Bevor etwas passiert:
Auf dem Gesundheitsbogen bei der Anmeldung wird vielleicht bereits auf bekannte psychische Erkrankungen aufmerksam gemacht, setzt euch damit, bevor es richtig losgeht, schonmal auseinander. Fragt ggf. bei den Eltern nach was ihre Erfahrungen sind und ob sie euch schon Tipps geben können, wie ihr mit bestimmten Situationen umgeht.
Besprecht im Team, wie ihr damit umgehen wollt und klärt wichtige Fragen.
Zu klärende Fragen könnten sein:
- Wer fühlt sich bereit eine Panikattacke zu begleiten?
- Wer kann seelsorgerische Gespräche anbieten?
- Wann kommunizieren wir etwas mit den Eltern?
- Unter welchen Vorraussetzungen haben wir Kapazitäten dafür während der Freizeit?
Wenn etwas passiert:
Eine Panikattacke kann sehr individuell sein, wie sie sich zeigt, aber auch wie man damit umgeht.
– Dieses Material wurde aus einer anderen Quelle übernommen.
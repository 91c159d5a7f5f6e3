import { z } from 'zod';
import { periodKeySchema, uuidSchema } from './common.ts';

const reasonSchema = z
  .preprocess(
    (v) => (typeof v === 'string' && v.trim() === '' ? null : v),
    z.string().trim().max(500).nullable(),
  )
  .optional();
const deadlineSchema = z.iso.datetime({
  offset: true,
  message: 'expected a date and time such as 2026-02-10T23:59:00Z',
});

export const periodStates = ['open', 'closed', 'published'] as const;
export const periodStateSchema = z.enum(periodStates);
export type PeriodState = z.infer<typeof periodStateSchema>;

export const periodCreateSchema = z.object({
  period: periodKeySchema,
  deadline: deadlineSchema,
  reason: reasonSchema,
});
export type PeriodCreate = z.infer<typeof periodCreateSchema>;

export const periodUpdateSchema = z.object({ deadline: deadlineSchema, reason: reasonSchema });
export type PeriodUpdate = z.infer<typeof periodUpdateSchema>;

export const periodCloseSchema = z.object({ reason: reasonSchema });
/** Reopening undoes a close, so it needs a reason. */
export const periodReopenSchema = z.object({
  reason: z.string().trim().min(1, 'say why the period is reopened').max(500),
});

export const periodDetailSchema = z.object({
  period: periodKeySchema,
  state: periodStateSchema,
  deadline: z.string(),
  closedAt: z.string().nullable(),
  publishedAt: z.string().nullable(),
});
export type PeriodDetail = z.infer<typeof periodDetailSchema>;

// ---------- participation board ----------

export const participationSortKeys = [
  'code',
  'name',
  'registered',
  'submitted',
  'missing',
  'late',
  'flags',
] as const;
export const participationQuerySchema = z.object({
  sort: z.enum(participationSortKeys).default('code'),
  order: z.enum(['asc', 'desc']).default('asc'),
});
export type ParticipationQuery = z.infer<typeof participationQuerySchema>;

/**
 * An action-level finding for one of a lab's procedures (filled in once peer statistics exist);
 * 'not-computable' marks a report row whose comparison cannot be computed.
 */
export const participationFlagSchema = z.object({
  kind: z.enum(['sdi', 'cvr', 'excluded-outlier', 'not-computable']),
  procedureId: uuidSchema,
  controlLotId: uuidSchema,
  level: z.number(),
  value: z.number().nullable(),
});
export type ParticipationFlag = z.infer<typeof participationFlagSchema>;

export const participationLabSchema = z.object({
  lab: z.object({ id: uuidSchema, code: z.string(), name: z.string(), active: z.boolean() }),
  /** Measurement procedures the lab has registered (not retired). */
  proceduresRegistered: z.number(),
  /** Procedures with at least one monthly summary for the period. */
  proceduresWithData: z.number(),
  /** Procedures with data that arrived after the period closed. */
  lateCount: z.number(),
  status: z.enum(['complete', 'partial', 'none']),
  missing: z.array(
    z.object({
      procedureId: uuidSchema,
      code: z.string(),
      analyte: z.object({ code: z.string(), name: z.string() }),
    }),
  ),
  flags: z.array(participationFlagSchema),
});
export type ParticipationLab = z.infer<typeof participationLabSchema>;

export const participationBoardSchema = z.object({
  period: periodDetailSchema,
  totals: z.object({
    labs: z.number(),
    complete: z.number(),
    partial: z.number(),
    none: z.number(),
    late: z.number(),
  }),
  labs: z.array(participationLabSchema),
});
export type ParticipationBoard = z.infer<typeof participationBoardSchema>;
Wie kann eine Panikattacke aussehen?
- Schneller Atem/Hyperventilation
- Apathischer Blick( > Blick ins Leere, Person wirkt geistig abwesend, weite Augen, leere Mimik)
- Schwindel & Zittern
- Starke Schweißausbrüche
Was mache ich wenn ich eine Panikattacke erkenne?
- Was könnte der Trigger (Auslöser) sein? (z.B. Menschenmenge, Lautstärke, Streit etc.
- Aus der triggernden Situation entfernen
- Kann ich die Panikattacke begleiten? Wenn nicht: dann frage jemanden nach Hilfe!
- Weiss ich, was der Person hilft? Wenn nicht: nachfragen (Ja- und Nein-Fragen können manchmal noch gut beantwortet werden)
Sonst: Ausprobieren:
- Hyperventiliert die Person? > gemeinsam ruhig atmen, Atmung anleiten
- Vor Berührung IMMER fragen (manchen hilft es total, manche triggert es noch mehr)
- Ablenkung suchen (z.B. Gespräch über willkürliche Sachen anfangen)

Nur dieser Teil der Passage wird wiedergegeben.